- **Supplied entries**

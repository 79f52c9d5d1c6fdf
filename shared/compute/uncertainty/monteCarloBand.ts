import { ComputeError } from '@/shared/compute/errors'
import { chancesOf } from './chancesOf'
import type { MassGroup } from './massGroup.types'
import { percentile } from './percentile'
import { requireMassGroup } from './requireMassGroup'
import { seededRandom, type SeededRandom } from './seededRandom'
import { sharedFactorCvs } from './sharedFactorCvs'

export interface DrawnBand {
  readonly meanKg: number
  readonly sdKg: number
  readonly p10Kg: number
  readonly p50Kg: number
  readonly p90Kg: number
  readonly trials: number
  readonly seed: number
}

/** Errors of a life at which chances are worked out; between them they are interpolated. */
const FARTHEST_Z = 5
const NODES_PER_Z = 4
const NODE_COUNT = 2 * FARTHEST_Z * NODES_PER_Z + 1

/** A group made ready for many trials. */
interface PreparedGroup {
  readonly factorIndexes: readonly number[]
  readonly meansKgPerM2: readonly number[]
  readonly lifeIndex: number
  /** Chances of all buildings, node after node; empty where all stand. */
  readonly chances: Float64Array
  readonly areasM2: Float64Array
  /** (cv A)² of each building, variability and measurement together [m⁴]. */
  readonly variancesM4: Float64Array
  readonly wholeM2: number
  readonly wholeVarianceM4: number
}

/**
 * Band of a mass, stock or flow, by drawing: in each trial one draw of every shared factor and every life, then every
 * building for itself.
 *
 * The independent errors of the buildings that count in a trial are drawn together, as one lognormal with the exact mean
 * and variance of their sum: exact for one building, and the nearer to the normal the more there are.
 *
 * @param groups see {@link MassGroup}; equal ids share one draw
 * @param trials at least 2; 2 000 for P10 and P90, 20 000 bring their standard error near 0.3 % at CV 0.25
 * @param seed whole number from 0 to 2³² − 1, stored with the result: the same seed gives the same band
 * @returns band with p10Kg ≤ p50Kg ≤ p90Kg
 * @throws {ComputeError} `parameter-out-of-range`, `negative-area`, `length-mismatch`, `share-out-of-range`,
 *   `factor-ambiguous`
 * @remarks 20 000 trials of 5 000 buildings take about 0.1 s for a stock, 0.7 s for a flow on one core of 2024;
 *   memory is 41 numbers a building and 1 a trial
 * @see Morgan, M. G. & Henrion, M. (1990). Uncertainty, ch. 8; Fenton, L. F. (1960). The sum of log-normal probability
 *   distributions. IRE Transactions on Communications Systems 8, 57–67.
 * @example
 * monteCarloBand([{ factors: [{ factorId: 'f', meanKgPerM2: 800, sharedCv: 0 }], areasM2: [100], areaCv: 0 }], 2000, 1).p90Kg // => 80000
 */
export function monteCarloBand(groups: readonly MassGroup[], trials: number, seed: number): DrawnBand {
  if (!(Number.isInteger(trials) && trials >= 2)) throw new ComputeError('parameter-out-of-range', { trials })
  const factorCvs = sharedFactorCvs(groups)
  const factorLogSds = [...factorCvs.values()].map((cv) => Math.sqrt(Math.log1p(cv * cv)))
  const lifeIds = [...new Set(groups.map(lifeIdOf))]
  const prepared = groups.map((group) => prepare(group, [...factorCvs.keys()], lifeIds))
  const random = seededRandom(seed)
  const factors = new Float64Array(factorLogSds.length)
  const lives = new Float64Array(lifeIds.length)
  const totals = Float64Array.from({ length: trials }, () => {
    factorLogSds.forEach((logSd, f) => (factors[f] = Math.exp(logSd * random.normal() - (logSd * logSd) / 2)))
    lifeIds.forEach((id, life) => (lives[life] = id === null ? 0 : random.normal()))
    let total = 0
    for (const group of prepared) total += drawGroup(group, factors, lives[group.lifeIndex]!, random)
    return total
  })
  return bandOf(totals, seed)
}

function lifeIdOf({ comingDown }: MassGroup): string | null {
  return comingDown !== undefined && 'chancesAt' in comingDown ? comingDown.lifeId : null
}

function prepare(group: MassGroup, factorIds: readonly string[], lifeIds: readonly (string | null)[]): PreparedGroup {
  requireMassGroup(group)
  const { factors, areaCv, betweenBuildingsCv = 0 } = group
  const areasM2 = Float64Array.from(group.areasM2)
  const variancesM4 = areasM2.map((area, i) => {
    const cv = typeof areaCv === 'number' ? areaCv : areaCv[i]!
    return area * area * ((1 + cv * cv) * (1 + betweenBuildingsCv ** 2) - 1)
  })
  return {
    factorIndexes: factors.map(({ factorId }) => factorIds.indexOf(factorId)),
    meansKgPerM2: factors.map(({ meanKgPerM2 }) => meanKgPerM2),
    lifeIndex: lifeIds.indexOf(lifeIdOf(group)),
    chances: tabulate(group),
    areasM2,
    variancesM4,
    wholeM2: areasM2.reduce((all, area) => all + area, 0),
    wholeVarianceM4: variancesM4.reduce((all, variance) => all + variance, 0),
  }
}

function tabulate(group: MassGroup): Float64Array {
  if (group.comingDown === undefined) return new Float64Array()
  if (lifeIdOf(group) === null) return Float64Array.from(chancesOf(group, 0)!)
  const table = new Float64Array(NODE_COUNT * group.areasM2.length)
  for (let node = 0; node < NODE_COUNT; node++)
    table.set(Array.from(chancesOf(group, node / NODES_PER_Z - FARTHEST_Z)!), node * group.areasM2.length)
  return table
}

function drawGroup(group: PreparedGroup, factors: Float64Array, z: number, random: SeededRandom): number {
  const { areasM2, variancesM4, chances, factorIndexes, meansKgPerM2 } = group
  let [countedM2, varianceM4] = [group.wholeM2, group.wholeVarianceM4]
  if (chances.length > 0) {
    countedM2 = 0
    varianceM4 = 0
    const count = areasM2.length
    const isTable = chances.length > count
    const place = isTable ? (Math.min(FARTHEST_Z, Math.max(-FARTHEST_Z, z)) + FARTHEST_Z) * NODES_PER_Z : 0
    const node = isTable ? Math.min(NODE_COUNT - 2, Math.floor(place)) : 0
    const [here, next, part] = [node * count, isTable ? (node + 1) * count : 0, isTable ? place - node : 0]
    for (let i = 0; i < count; i++) {
      const chance = chances[here + i]!
      if (random.uniform() >= chance + part * (chances[next + i]! - chance)) continue
      countedM2 += areasM2[i]!
      varianceM4 += variancesM4[i]!
    }
  }
  if (countedM2 === 0) return 0
  let intensity = 0
  for (let f = 0; f < factorIndexes.length; f++) intensity += meansKgPerM2[f]! * factors[factorIndexes[f]!]!
  const logVariance = Math.log1p(varianceM4 / (countedM2 * countedM2))
  const drawn = logVariance === 0 ? 1 : Math.exp(Math.sqrt(logVariance) * random.normal() - logVariance / 2)
  return intensity * countedM2 * drawn
}

function bandOf(totals: Float64Array, seed: number): DrawnBand {
  const trials = totals.length
  const meanKg = totals.reduce((all, total) => all + total, 0) / trials
  const variance = totals.reduce((all, total) => all + (total - meanKg) ** 2, 0) / (trials - 1)
  totals.sort()
  return {
    meanKg,
    sdKg: Math.sqrt(variance),
    p10Kg: percentile(totals, 0.1),
    p50Kg: percentile(totals, 0.5),
    p90Kg: percentile(totals, 0.9),
    trials,
    seed,
  }
}
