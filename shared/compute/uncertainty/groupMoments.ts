import type { MassGroup } from './massGroup.types'

/** Mean [m²], standard deviation [m²] and skewness [–] of the areas of a group that count in a trial. */
export interface GroupMoments {
  readonly meanM2: number
  readonly sdM2: number
  readonly skewness: number
}

/**
 * First three moments of ΣA B D over the buildings of a group, given its chances: A the areas, B the variability, both
 * lognormal, D whether a building counts, all independent. With m₂ = A²(1 + cv²), m₃ = A³(1 + cv²)³ of A·B,
 *
 *     μ = Σ A p,   σ² = Σ m₂p − (A p)²,   κ₃ = Σ m₃p − 3 A m₂p² + 2(A p)³.
 *
 * @param chances p of each building [–]; null where all count
 * @see Johnson, Kotz & Balakrishnan (1994), Continuous Univariate Distributions, vol. 1, ch. 14 (third moment).
 * @example
 * groupMoments({ factors: [], areasM2: [100], areaCv: 0 }, [0.5]) // => { meanM2: 50, sdM2: 50, skewness: 0 }
 */
export function groupMoments(group: MassGroup, chances: ArrayLike<number> | null): GroupMoments {
  const { areasM2, areaCv, betweenBuildingsCv = 0 } = group
  let [meanM2, variance, third] = [0, 0, 0]
  for (let i = 0; i < areasM2.length; i++) {
    const [area, p] = [areasM2[i]!, chances === null ? 1 : chances[i]!]
    const cv = typeof areaCv === 'number' ? areaCv : areaCv[i]!
    const spread = (1 + cv * cv) * (1 + betweenBuildingsCv ** 2)
    meanM2 += area * p
    variance += area ** 2 * p * (spread - p)
    third += area ** 3 * p * (spread ** 3 - 3 * spread * p + 2 * p * p)
  }
  return { meanM2, sdM2: Math.sqrt(variance), skewness: variance > 0 ? third / variance ** 1.5 : 0 }
}
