/**
 * Logarithm of a power, with 0⁰ = 1.
 *
 * @param base ≥ 0
 * @param exponent any number
 * @returns exponent · ln(base), 0 for exponent 0
 * @example
 * logPower(0, 0) // => 0
 * logPower(Math.E, 3) // => 3
 */
export function logPower(base: number, exponent: number): number {
  return exponent === 0 ? 0 : exponent * Math.log(base)
}
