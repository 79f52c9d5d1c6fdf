import { ComputeError } from '@/shared/compute/errors'
import { sum } from '@/shared/compute/sum'
import type { AreaBasis } from './vocabulary'

/** What is known of a factor: a figure, nothing, or too little to weigh. */
export type StockFactor =
  | { readonly kind: 'known'; readonly kgPerM2: number; readonly areaBasis: AreaBasis }
  | { readonly kind: 'missing' }
  | { readonly kind: 'trace' }

/** A building as the tally of its material needs it. */
export interface StockBuilding<M extends string> {
  readonly buildingId: string
  readonly amount: number
  readonly areaBasis: AreaBasis
  /** Factor of each material. A material that is not named is missing. */
  readonly factors: Readonly<Partial<Record<M, StockFactor>>>
  /** Masses measured on this building [kg]: they replace the factor. */
  readonly measuredKg?: Readonly<Partial<Record<M, number>>>
}

/** Stock of one material. */
export interface MaterialStock {
  /** Sum over the buildings it is known for [kg]. */
  readonly knownKg: number
  readonly missingBuildingIds: readonly string[]
  readonly traceBuildingIds: readonly string[]
}

/**
 * Material stock of buildings,
 *
 *     M = Σ Aᵢ · F_m
 *
 * with measured masses in place of the product where they exist. A building without a factor is named, not counted as
 * none.
 *
 * @param buildings amounts [m², or m³ on the basis `volume`], ≥ 0
 * @param materials wanted materials
 * @returns for each material the known mass [kg] and the buildings for which it is missing or a trace
 * @throws {ComputeError} `mixed-area-bases` a factor on another basis than the area; `negative-area`, `negative-amount`
 * @see Augiseau, V., Barles, S. (2017). Studying construction materials flows and stock: a review. Resources,
 *   Conservation and Recycling 123, 153–164 (bottom-up accounting).
 * @example
 * buildingStock([{ buildingId: 'b', amount: 100, areaBasis: 'GFA', factors: { steel: { kind: 'known', kgPerM2: 30, areaBasis: 'GFA' } } }], ['steel', 'glass']).glass // => { knownKg: 0, missingBuildingIds: ['b'], traceBuildingIds: [] }
 */
export function buildingStock<M extends string>(
  buildings: readonly StockBuilding<M>[],
  materials: readonly M[],
): Readonly<Record<M, MaterialStock>> {
  const masses = materials.map((material) => {
    const found = buildings.map((building) => ({ id: building.buildingId, mass: massOf(building, material) }))
    const idsOf = (state: 'missing' | 'trace') => found.filter(({ mass }) => mass === state).map(({ id }) => id)
    const stock: MaterialStock = {
      knownKg: sum(found.flatMap(({ mass }) => (typeof mass === 'number' ? [mass] : []))),
      missingBuildingIds: idsOf('missing'),
      traceBuildingIds: idsOf('trace'),
    }
    return [material, stock] as const
  })
  // Object.fromEntries forgets its keys; they are exactly the materials asked for.
  return Object.fromEntries(masses) as Record<M, MaterialStock>
}

function massOf<M extends string>(building: StockBuilding<M>, material: M): number | 'missing' | 'trace' {
  const { buildingId, amount, areaBasis, factors, measuredKg } = building
  if (!(amount >= 0)) throw new ComputeError('negative-area', { buildingId, amount })
  const measured = measuredKg?.[material]
  if (measured !== undefined) {
    if (!(measured >= 0)) throw new ComputeError('negative-amount', { buildingId, material, measured })
    return measured
  }
  const factor = factors[material]
  if (factor === undefined || factor.kind !== 'known') return factor?.kind ?? 'missing'
  if (factor.areaBasis !== areaBasis) {
    throw new ComputeError('mixed-area-bases', { buildingId, material, area: areaBasis, factor: factor.areaBasis })
  }
  if (!(factor.kgPerM2 >= 0)) throw new ComputeError('negative-amount', { buildingId, material, ...factor })
  return amount * factor.kgPerM2
}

- **Work request**
Only lines that include "intensity" belong in the answer; return them from the entries above.

- **Solved problem**
  let intensity = 0
  for (let f = 0; f < factorIndexes.length; f++) intensity += meansKgPerM2[f]! * factors[factorIndexes[f]!]!
  return intensity * countedM2 * drawn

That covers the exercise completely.